The potential of RAM-basing, underrated in my opinion, is “soft” hardware. Using one or more LCAs, you could design a system with functionality largely determined by code loaded at power-up. A neat by-product of such a design strategy is that hardware fixes might be as simple as shipping a new ROM or disk, instead of laying out a new circuit board!

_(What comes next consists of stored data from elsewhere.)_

// A table's search, sort and page kept in the address bar, so reload and back keep the view.
import { useCallback, useMemo } from 'react';
import { useSearchParams } from 'react-router-dom';

export interface ListParams<S extends string> {
  q: string;
  sort: S;
  order: 'asc' | 'desc';
  cursor: string | undefined;
  /** Cursors of the pages before this one, for "Previous". */
  trail: string[];
}

/** A list's parameters as the address bar holds them (also read by route loaders, before the screen renders). */
export function readListParams<S extends string>(sp: URLSearchParams, defaultSort: S): ListParams<S> {
  return {
    q: sp.get('q') ?? '',
    sort: (sp.get('sort') as S | null) ?? defaultSort,
    order: sp.get('order') === 'desc' ? 'desc' : 'asc',
    cursor: sp.get('cursor') ?? undefined,
    trail: sp.get('trail') ? sp.get('trail')!.split(',') : [],
  };
}

/** A screen's own filters from the address bar ('' when absent). */
export function readListExtras(sp: URLSearchParams, extraKeys: readonly string[]): Record<string, string> {
  return Object.fromEntries(extraKeys.map((k) => [k, sp.get(k) ?? '']));
}

export function useListParams<S extends string>(defaultSort: S, extraKeys: readonly string[] = []) {
  const [sp, setSp] = useSearchParams();
  const params = useMemo(() => readListParams(sp, defaultSort), [sp, defaultSort]);
  const extras = useMemo(() => readListExtras(sp, extraKeys), [sp, extraKeys]);

  const update = useCallback(
    (changes: Record<string, string | undefined>, resetPage = true) => {
      setSp(
        (prev) => {
          const next = new URLSearchParams(prev);
          for (const [k, v] of Object.entries(changes)) {
            if (v === undefined || v === '') next.delete(k);
            else next.set(k, v);
          }
          if (resetPage) {
            next.delete('cursor');
            next.delete('trail');
          }
          return next;
        },
        { replace: true },
      );
    },
    [setSp],
  );

  return {
    params,
    extras,
    setSearch: (q: string) => update({ q }),
    setFilter: (key: string, value: string) => update({ [key]: value }),
    setSort: (sort: S, order: 'asc' | 'desc') => update({ sort, order }),
    toggleSort: (sort: S) => update({ sort, order: params.sort === sort && params.order === 'asc' ? 'desc' : 'asc' }),
    nextPage: (cursor: string) => update({ cursor, trail: [...params.trail, params.cursor ?? ''].join(',') }, false),
    prevPage: () => {
      const trail = [...params.trail];
      const prev = trail.pop();
      update({ cursor: prev || undefined, trail: trail.length ? trail.join(',') : undefined }, false);
    },
  };
}

/**
 * The props every paged list screen passes to DataTable from its list parameters and query result:
 * rows, states, search, sort and paging.
 */
export function pagedTableProps<T, S extends string>(
  list: ReturnType<typeof useListParams<S>>,
  result: { data?: { items: T[]; nextCursor: string | null }; isLoading: boolean; error: unknown; refetch: () => unknown },
) {
  const { params } = list;
  return {
    rows: result.data?.items,
    isLoading: result.isLoading,
    error: result.error,
    onRetry: () => void result.refetch(),
    search: params.q,
    onSearch: list.setSearch,
    sort: params.sort,
    order: params.order,
    onSort: list.toggleSort,
    onSortSet: list.setSort,
    hasPrev: !!params.cursor,
    hasNext: !!result.data?.nextCursor,
    onPrev: list.prevPage,
    onNext: () => {
      if (result.data?.nextCursor) list.nextPage(result.data.nextCursor);
    },
  };
}
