// The one table: search, sortable headers, keyset paging and CSV export, with loading/empty/error states.
import { ArrowDown, ArrowUp, ArrowUpDown, ChevronLeft, ChevronRight, Download, Search } from 'lucide-react';
import { useEffect, useState, type ReactNode } from 'react';
import { toCsv } from '../lib/csv.ts';
import { Empty, ErrorState, Loading } from './states.tsx';
import { inputClass } from './field.tsx';

export interface Column<T, S extends string> {
  header: string;
  cell: (row: T) => ReactNode;
  /** The API sort key, when this column can be sorted. */
  sort?: S;
  /** The value written to the CSV export. */
  csv: (row: T) => string | number | null;
  className?: string;
}

export interface DataTableProps<T, S extends string> {
  caption: string;
  columns: Column<T, S>[];
  rows: T[] | undefined;
  rowKey: (row: T) => string;
  isLoading: boolean;
  error: unknown;
  onRetry: () => void;
  search: string;
  onSearch: (q: string) => void;
  searchLabel: string;
  sort: S;
  order: 'asc' | 'desc';
  onSort: (s: S) => void;
  onSortSet: (s: S, order: 'asc' | 'desc') => void;
  hasPrev: boolean;
  hasNext: boolean;
  onPrev: () => void;
  onNext: () => void;
  /** Fetches every row matching the current search and filters, for export. */
  exportAll: () => Promise<T[]>;
  exportName: string;
  emptyTitle: string;
  emptyHint?: ReactNode;
  filters?: ReactNode;
}

export function DataTable<T, S extends string>(p: DataTableProps<T, S>) {
  const [draft, setDraft] = useState(p.search);
  const [exporting, setExporting] = useState(false);
  // When the search changes from outside (back button, a link), show it in the box.
  const [shownSearch, setShownSearch] = useState(p.search);
  if (p.search !== shownSearch) {
    setShownSearch(p.search);
    setDraft(p.search);
  }
  // Search as the person types, without a request per keystroke.
  useEffect(() => {
    if (draft === p.search) return;
    const t = setTimeout(() => p.onSearch(draft), 300);
    return () => clearTimeout(t);
  }, [draft, p]);

  async function exportCsv() {
    setExporting(true);
    try {
      const all = await p.exportAll();
      const csv = toCsv(
        p.columns.map((c) => c.header),
        all.map((row) => p.columns.map((c) => c.csv(row))),
      );
      const url = URL.createObjectURL(new Blob([csv], { type: 'text/csv;charset=utf-8' }));
      const a = document.createElement('a');
      a.href = url;
      a.download = `${p.exportName}-${new Date().toISOString().slice(0, 10)}.csv`;
      a.click();
      URL.revokeObjectURL(url);
    } finally {
      setExporting(false);
    }
  }

  return (
    <section className="card p-0" aria-label={p.caption}>
      <div className="flex flex-wrap items-center gap-3 border-b border-paper-line p-3">
        <label className="relative min-w-56 flex-1">
          <span className="sr-only">{p.searchLabel}</span>
          <Search aria-hidden className="pointer-events-none absolute top-3 left-3 size-5 text-ink-muted" />
          <input
            type="search"
            className={`${inputClass} pl-10`}
            placeholder={p.searchLabel}
            value={draft}
            onChange={(e) => setDraft(e.target.value)}
          />
        </label>
        {p.filters}
        <div className="flex items-center gap-2 md:hidden">
          <span className="font-semibold" id="sort-label">
            Sort
          </span>
          <select
            aria-labelledby="sort-label"
            className={`${inputClass} w-auto`}
            value={`${p.sort}:${p.order}`}
            onChange={(e) => {
              const [s, o] = e.target.value.split(':') as [S, 'asc' | 'desc'];
              p.onSortSet(s, o);
            }}
          >
            {p.columns
              .filter((c) => c.sort)
              .flatMap((c) => [
                <option key={`${c.sort}:asc`} value={`${c.sort}:asc`}>
                  {c.header}, ascending
                </option>,
                <option key={`${c.sort}:desc`} value={`${c.sort}:desc`}>
                  {c.header}, descending
                </option>,
              ])}
          </select>
        </div>
        <button type="button" className="btn-secondary" onClick={exportCsv} disabled={exporting}>
          <Download aria-hidden className="size-4" /> {exporting ? 'Exporting…' : 'Export CSV'}
        </button>
      </div>
      {p.isLoading ? (
        <Loading />
      ) : p.error ? (
        <ErrorState error={p.error} onRetry={p.onRetry} />
      ) : !p.rows?.length ? (
        <Empty title={p.emptyTitle}>{p.emptyHint}</Empty>
      ) : (
        <>
          {/* On a phone each row is a card: the first column as its title, the rest as labelled values. */}
          <ul className="divide-y divide-paper-line md:hidden" aria-label={p.caption}>
            {p.rows.map((row) => (
              <li key={p.rowKey(row)} className="grid gap-1 px-3 py-3">
                <div className="text-lg">{p.columns[0]!.cell(row)}</div>
                <dl className="grid grid-cols-[auto_1fr] gap-x-3 gap-y-1 text-sm">
                  {p.columns.slice(1).map((c) => (
                    <div key={c.header} className="contents">
                      <dt className="font-semibold text-ink-soft">{c.header}</dt>
                      <dd>{c.cell(row)}</dd>
                    </div>
                  ))}
                </dl>
              </li>
            ))}
          </ul>
          <div className="hidden overflow-x-auto md:block">
            <table className="w-full text-left">
              <caption className="sr-only">{p.caption}</caption>
              <thead className="bg-paper-dim text-sm text-ink-soft">
                <tr>
                  {p.columns.map((c) => (
                    <th
                      key={c.header}
                      scope="col"
                      className={`px-3 py-2 font-bold ${c.className ?? ''}`}
                      aria-sort={c.sort && c.sort === p.sort ? (p.order === 'asc' ? 'ascending' : 'descending') : undefined}
                    >
                      {c.sort ? (
                        <button
                          type="button"
                          className="inline-flex items-center gap-1 font-bold hover:text-ink"
                          onClick={() => p.onSort(c.sort!)}
                        >
                          {c.header}
                          {c.sort === p.sort ? (
                            p.order === 'asc' ? (
                              <ArrowUp aria-hidden className="size-4" />
                            ) : (
                              <ArrowDown aria-hidden className="size-4" />
                            )
                          ) : (
                            <ArrowUpDown aria-hidden className="size-4 opacity-50" />
                          )}
                        </button>
                      ) : (
                        c.header
                      )}
                    </th>
                  ))}
                </tr>
              </thead>
              <tbody>
                {p.rows.map((row) => (
                  <tr key={p.rowKey(row)} className="border-t border-paper-line hover:bg-paper-dim/60">
                    {p.columns.map((c) => (
                      <td key={c.header} className={`px-3 py-2.5 align-middle ${c.className ?? ''}`}>
                        {c.cell(row)}
                      </td>
                    ))}
                  </tr>
                ))}
              </tbody>
            </table>
          </div>
        </>
      )}
      <nav aria-label="Pages" className="flex items-center justify-end gap-2 border-t border-paper-line p-3">
        <button type="button" className="btn-secondary" onClick={p.onPrev} disabled={!p.hasPrev}>
          <ChevronLeft aria-hidden className="size-4" /> Previous
        </button>
        <button type="button" className="btn-secondary" onClick={p.onNext} disabled={!p.hasNext}>
          Next <ChevronRight aria-hidden className="size-4" />
        </button>
      </nav>
    </section>
  );
}
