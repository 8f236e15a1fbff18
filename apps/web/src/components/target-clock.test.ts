import { describe, expect, it } from 'vitest';
import { formatDuration } from './target-clock.tsx';

describe('formatDuration', () => {
  it('reads as minutes, then hours and minutes, then days and hours', () => {
    expect(formatDuration(59 * 60_000)).toBe('59 min');
    expect(formatDuration((2 * 60 + 5) * 60_000)).toBe('2 h 5 min');
    expect(formatDuration(50 * 3600_000)).toBe('2 d 2 h');
    expect(formatDuration(-5)).toBe('0 min');
  });
});
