// The boards in a game, on the game's page: serial, date code as printed (flagged when it reads two ways), last
// recap and recap status, each linking to the board's page; a form to fit another of the model's boards; and the
// cabinet's temperature profile the recap dates follow.
import { useState } from 'react';
import { Link } from 'react-router-dom';
import { CircleHelp, CircuitBoard, Plus } from 'lucide-react';
import type { BoardInstance, FittableBoard } from '@bumperline/contracts/boards';
import { useFitBoard, useGameBoards } from '../api/boards.ts';
import { useLocaleSettings } from '../api/me.ts';
import { useCan } from '../api/use-can.ts';
import { ApiError } from '../lib/api-client.ts';
import { formatDate } from '../lib/format.ts';
import { paths } from '../lib/paths.ts';
import { BoardFactsFields, boardFactsProblems, type BoardFactsDraft } from './board-facts-fields.tsx';
import { CabinetProfileEditor } from './cabinet-profile-editor.tsx';
import { Field, inputClass } from './field.tsx';
import { recapLine, RecapStatusBadge } from './recap-status-badge.tsx';
import { Empty, ErrorState, Loading } from './states.tsx';

export function BoardsSection({ gameId, modelTitle, canFit }: { gameId: string; modelTitle: string; canFit: boolean }) {
  const boards = useGameBoards(gameId);
  const canWrite = useCan('boards:write') && canFit;
  const [adding, setAdding] = useState(false);

  return (
    <section className="card lg:col-span-3" aria-labelledby="game-boards">
      <div className="mb-3 flex flex-wrap items-center justify-between gap-2">
        <h2 id="game-boards" className="flex items-center gap-2 text-lg font-bold">
          <CircuitBoard aria-hidden className="size-5" /> Boards
        </h2>
        {canWrite && !adding && !!boards.data?.modelBoards.length && (
          <button type="button" className="btn-secondary" onClick={() => setAdding(true)}>
            <Plus aria-hidden className="size-4" /> Add board
          </button>
        )}
      </div>
      <div className="grid gap-6 lg:grid-cols-[3fr_2fr]">
        <div>
          {boards.isLoading ? (
            <Loading />
          ) : boards.error || !boards.data ? (
            <ErrorState error={boards.error} onRetry={() => boards.refetch()} />
          ) : (
            <>
              {boards.data.items.length === 0 ? (
                <Empty title="No boards recorded for this game yet.">
                  {boards.data.modelBoards.length === 0 && (
                    <p className="max-w-prose text-sm">The {modelTitle} has no boards on record: add them with its parts lists first.</p>
                  )}
                </Empty>
              ) : (
                <ul className="divide-y divide-paper-line">
                  {boards.data.items.map((b) => (
                    <BoardLine key={b.id} board={b} />
                  ))}
                </ul>
              )}
              {adding && <FitBoardForm gameId={gameId} boards={boards.data.modelBoards} onDone={() => setAdding(false)} />}
            </>
          )}
        </div>
        <CabinetProfileEditor gameId={gameId} />
      </div>
    </section>
  );
}

function BoardLine({ board }: { board: BoardInstance }) {
  const locale = useLocaleSettings();
  return (
    <li className="py-3">
      <div className="flex flex-wrap items-start justify-between gap-2">
        <div>
          <Link className="link text-lg" to={paths.boardInstance(board.id)}>
            {board.boardName}
          </Link>
          {board.boardPartNumber && <span className="ml-2 text-sm text-ink-muted tabular">{board.boardPartNumber}</span>}
        </div>
        <RecapStatusBadge status={board.recap.status} />
      </div>
      <dl className="mt-1 flex flex-wrap gap-x-5 gap-y-1 text-sm">
        <div className="flex gap-1">
          <dt className="font-semibold">Serial</dt>
          <dd className="tabular">{board.serial || '—'}</dd>
        </div>
        <div className="flex gap-1">
          <dt className="font-semibold">Date code</dt>
          <dd className="tabular">
            {board.dateCode || '—'}
            {board.madeOn && <span className="text-ink-muted"> (made {formatDate(board.madeOn, locale)})</span>}
          </dd>
        </div>
        <div className="flex gap-1">
          <dt className="font-semibold">Last recap</dt>
          <dd>{board.lastRecapOn ? formatDate(board.lastRecapOn, locale) : 'none on record'}</dd>
        </div>
      </dl>
      {board.dateCodeFlag && (
        <p className="mt-1 flex items-start gap-1 text-sm font-semibold text-shop">
          <CircleHelp aria-hidden className="mt-0.5 size-4 shrink-0" />
          <span>Date code reads two ways: {board.dateCodeFlag}</span>
        </p>
      )}
      <p className="mt-1 text-sm text-ink-soft">{recapLine(board.recap, locale)}</p>
    </li>
  );
}

function FitBoardForm({ gameId, boards, onDone }: { gameId: string; boards: FittableBoard[]; onDone: () => void }) {
  const fit = useFitBoard(gameId);
  const [boardId, setBoardId] = useState(boards.length === 1 ? boards[0]!.id : '');
  const [facts, setFacts] = useState<BoardFactsDraft>({ serial: '', dateCode: '', lastRecapOn: '' });
  const [errors, setErrors] = useState<Record<string, string>>({});
  const [formError, setFormError] = useState<string | null>(null);

  return (
    <form
      className="mt-4 grid gap-3 border-t border-paper-line pt-4 sm:grid-cols-2"
      noValidate
      onSubmit={(e) => {
        e.preventDefault();
        setFormError(null);
        const problems: Record<string, string> = boardFactsProblems(facts);
        if (!boardId) problems.boardId = 'pick which board this is';
        setErrors(problems);
        if (Object.keys(problems).length) return;
        fit.mutate(
          { boardId, ...facts, lastRecapOn: facts.lastRecapOn || null },
          {
            onSuccess: onDone,
            onError: (err) => {
              if (err instanceof ApiError && err.problem.errors?.length) setErrors(err.fieldErrors());
              else setFormError(err instanceof ApiError ? err.message : 'Could not add the board.');
            },
          },
        );
      }}
    >
      <h3 className="font-bold sm:col-span-2">Add a board to this game</h3>
      <Field label="Board" error={errors.boardId}>
        {(p) => (
          <select {...p} className={inputClass} value={boardId} onChange={(e) => setBoardId(e.target.value)}>
            <option value="">Pick one of the model’s boards</option>
            {boards.map((b) => (
              <option key={b.id} value={b.id}>
                {b.name}
                {b.partNumber ? ` (${b.partNumber})` : ''}
              </option>
            ))}
          </select>
        )}
      </Field>
      <BoardFactsFields facts={facts} errors={errors} onChange={setFacts} />
      {formError && (
        <p role="alert" className="font-semibold text-down sm:col-span-2">
          {formError}
        </p>
      )}
      <div className="flex flex-wrap gap-2 sm:col-span-2">
        <button type="submit" className="btn-primary" disabled={fit.isPending}>
          Add board
        </button>
        <button type="button" className="btn-secondary" onClick={onDone}>
          Cancel
        </button>
      </div>
    </form>
  );
}
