// Open calls on a Leaflet map, clustered. Tiles come from the company's setting; without a tile server
// (or when tiles fail to load, e.g. offline) the markers still show on a plain background with a note.
import 'leaflet/dist/leaflet.css';
import 'leaflet.markercluster/dist/MarkerCluster.css';
import { useMemo, useState } from 'react';
import L from 'leaflet';
import { MapContainer, Marker, Popup, TileLayer } from 'react-leaflet';
import MarkerClusterGroup from 'react-leaflet-cluster';
import { Link } from 'react-router-dom';
import { callStateLabels, type CallState } from '@bumperline/contracts/call-vocabulary';

export interface MapPoint {
  id: string;
  lat: number;
  lon: number;
  title: string;
  subtitle: string;
  state: CallState;
  late: boolean;
  href: string;
}

// Our own marker: a ring whose mark and colour follow the state; the popup says it in words.
function markerIcon(p: MapPoint) {
  const tone = p.late ? '#a3161a' : p.state === 'reported' ? '#a3161a' : p.state === 'fixed' ? '#11643a' : '#8a4b00';
  const mark = p.late ? '!' : p.state === 'reported' ? '×' : p.state === 'fixed' ? '✓' : '•';
  return L.divIcon({
    className: '',
    html: `<span style="display:flex;align-items:center;justify-content:center;width:30px;height:30px;border-radius:50%;background:#fff;border:4px solid ${tone};color:${tone};font:800 16px/1 system-ui;box-shadow:0 1px 3px rgba(0,0,0,.4)">${mark}</span>`,
    iconSize: [30, 30],
    iconAnchor: [15, 15],
  });
}

// Clusters in our own look: an ink disc with the count.
function clusterIcon(cluster: { getChildCount(): number }) {
  const n = cluster.getChildCount();
  const size = n < 10 ? 34 : n < 50 ? 40 : 46;
  return L.divIcon({
    className: '',
    html: `<span style="display:flex;align-items:center;justify-content:center;width:${size}px;height:${size}px;border-radius:50%;background:#14213d;border:3px solid #d4a017;color:#fff;font:800 15px/1 system-ui;box-shadow:0 1px 3px rgba(0,0,0,.4)">${n}</span>`,
    iconSize: [size, size],
    iconAnchor: [size / 2, size / 2],
  });
}

export function CallsMap({ points, tileUrl, label }: { points: MapPoint[]; tileUrl: string; label: string }) {
  const [tilesFailed, setTilesFailed] = useState(false);
  const center = useMemo<[number, number]>(() => {
    if (!points.length) return [41.88, -87.65];
    return [points.reduce((s, p) => s + p.lat, 0) / points.length, points.reduce((s, p) => s + p.lon, 0) / points.length];
  }, [points]);
  const showTiles = !!tileUrl && !tilesFailed;

  return (
    <figure className="relative m-0 h-full min-h-80" aria-label={label}>
      <MapContainer
        center={center}
        minZoom={3}
        maxZoom={18}
        zoom={11}
        scrollWheelZoom
        className="h-full min-h-80 w-full rounded-lg"
        style={{ background: '#e8ecf3' }}
      >
        {showTiles && (
          <TileLayer
            url={tileUrl}
            attribution="Map tiles: your configured tile server"
            eventHandlers={{ tileerror: () => setTilesFailed(true) }}
          />
        )}
        <MarkerClusterGroup chunkedLoading iconCreateFunction={clusterIcon}>
          {points.map((p) => (
            <Marker key={p.id} position={[p.lat, p.lon]} icon={markerIcon(p)} title={`${p.title} — ${callStateLabels[p.state]}`}>
              <Popup>
                <strong>{p.title}</strong>
                <br />
                {p.subtitle}
                <br />
                {callStateLabels[p.state]}
                {p.late ? ' · past target' : ''}
                <br />
                <Link to={p.href}>Open the call</Link>
              </Popup>
            </Marker>
          ))}
        </MarkerClusterGroup>
      </MapContainer>
      {!showTiles && (
        <figcaption className="pointer-events-none absolute right-2 bottom-2 left-2 z-[1000] rounded-md bg-white/95 p-2 text-sm text-ink-soft shadow">
          {tilesFailed ? 'Map tiles could not be loaded (offline?).' : 'No map tile server is set.'} Markers are shown on a plain background
          {tileUrl ? '' : '; an owner can set a tile server in Settings'}.
        </figcaption>
      )}
    </figure>
  );
}
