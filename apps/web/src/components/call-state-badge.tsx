// A call's state as a word with an icon; colour only supports the word.
import { CircleCheck, CircleDashed, Clock, Hammer, Package, Truck, UserCheck, Wrench, XCircle } from 'lucide-react';
import { callStateLabels, type CallState } from '@bumperline/contracts/call-vocabulary';

const look: Record<CallState, { className: string; Icon: typeof Clock }> = {
  reported: { className: 'bg-down-tint text-down', Icon: CircleDashed },
  assigned: { className: 'bg-attention-tint text-attention', Icon: UserCheck },
  on_the_way: { className: 'bg-attention-tint text-attention', Icon: Truck },
  on_site: { className: 'bg-attention-tint text-attention', Icon: Hammer },
  waiting_parts: { className: 'bg-attention-tint text-attention', Icon: Package },
  at_shop: { className: 'bg-shop-tint text-shop', Icon: Wrench },
  fixed: { className: 'bg-running-tint text-running', Icon: CircleCheck },
  closed: { className: 'bg-paper-dim text-ink-soft', Icon: CircleCheck },
  cancelled: { className: 'bg-paper-dim text-ink-soft', Icon: XCircle },
};

export function CallStateBadge({ state }: { state: CallState }) {
  const { className, Icon } = look[state];
  return (
    <span className={`inline-flex items-center gap-1 rounded-full px-2.5 py-0.5 text-sm font-semibold whitespace-nowrap ${className}`}>
      <Icon aria-hidden className="size-4" />
      {callStateLabels[state]}
    </span>
  );
}
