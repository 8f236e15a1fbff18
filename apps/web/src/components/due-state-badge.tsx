// How urgent open care-plan work is, and a work order's state: a word and an icon beside the colour, never colour alone.
import { CalendarCheck, CalendarClock, CircleCheck, CircleSlash, OctagonExclamationPoint } from 'lucide-react';
import { dueStateLabels, workOrderStateLabels, type DueStateName, type WorkOrderState } from '@bumperline/contracts/care-vocabulary';

const dueStyles: Record<DueStateName, { className: string; Icon: typeof CircleCheck }> = {
  overdue: { className: 'bg-down-tint text-down', Icon: OctagonExclamationPoint },
  due_soon: { className: 'bg-attention-tint text-attention', Icon: CalendarClock },
  later: { className: 'bg-running-tint text-running', Icon: CalendarCheck },
};

const badge = 'inline-flex items-center gap-1 rounded-full px-2.5 py-0.5 text-sm font-semibold whitespace-nowrap';

export function DueStateBadge({ state }: { state: DueStateName }) {
  const { className, Icon } = dueStyles[state];
  return (
    <span className={`${badge} ${className}`}>
      <Icon aria-hidden className="size-4" />
      {dueStateLabels[state]}
    </span>
  );
}

/** Open work shows how urgent it is; closed work shows that it was done or skipped. */
export function WorkOrderStateBadge({ state, dueState }: { state: WorkOrderState; dueState: DueStateName | null }) {
  if (state === 'open' && dueState) return <DueStateBadge state={dueState} />;
  if (state === 'done')
    return (
      <span className={`${badge} bg-running-tint text-running`}>
        <CircleCheck aria-hidden className="size-4" />
        {workOrderStateLabels.done}
      </span>
    );
  return (
    <span className={`${badge} bg-paper-dim text-ink-soft`}>
      <CircleSlash aria-hidden className="size-4" />
      {workOrderStateLabels[state]}
    </span>
  );
}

A similar PLD architecture is the FPGA (Field-Programmable Gate Array) by Actel. Like the LCA, the FPGA features logic and I/O modules which are programmably interconnected to determine the chip’s overall function. Thanks to the use of “anti- fuse” technology-the pre-programmed state is “open’‘-the FPGAs, though not erasable, are highly testable. Further, two pins can act as probes providing access to internal signals – a real plus for debugging. Using hundreds of thousands of anti-fuses, Actel features an automatic place-and-route scheme that is similar to that of a channelled gate array ASIC. The result is flexible interconnection and 85-95% gate utilization. FPGAs are available in densities from 1200 to 6000 gates. Noting that a typical TI’LMSI-equivalent function such as a decoder, counter, or shift register-only consumes about 50 gates gives you an idea of just how powerful FPGAs are.

Tools are Key

It’s been said that programmable logic without good programming tools is useless. The good news is that tools continue to improve and PLD development is easier than ever. Old and new PAL-type devices are now supported by popular third-party development tools running on PCs and workstations. Leading contenders, such as Data I/O’s ABEL and Logical Devices’ CUPL, allow you to enter, compile, and “bum” (program the PLD) your design. Add-ons bring schematic entry (supplementing the standard boolean equations), simulation, and automatic test vector generation to your bag of tricks. For a few thousand dollars, you can be the first on your block with a desktop “fab” which supports hundreds of types of low-cost PAL-type chips. Meanwhile, the new-architecture PLDs-such as those from Xilinx and Actel-are also supported by manufacturer-supplied tools which fully exploit their particular technology. These packages feature schematic entry with “macro cell” libraries which implement common SSI/MSI functions, and include the programming hardware needed to put your ideas into silicon.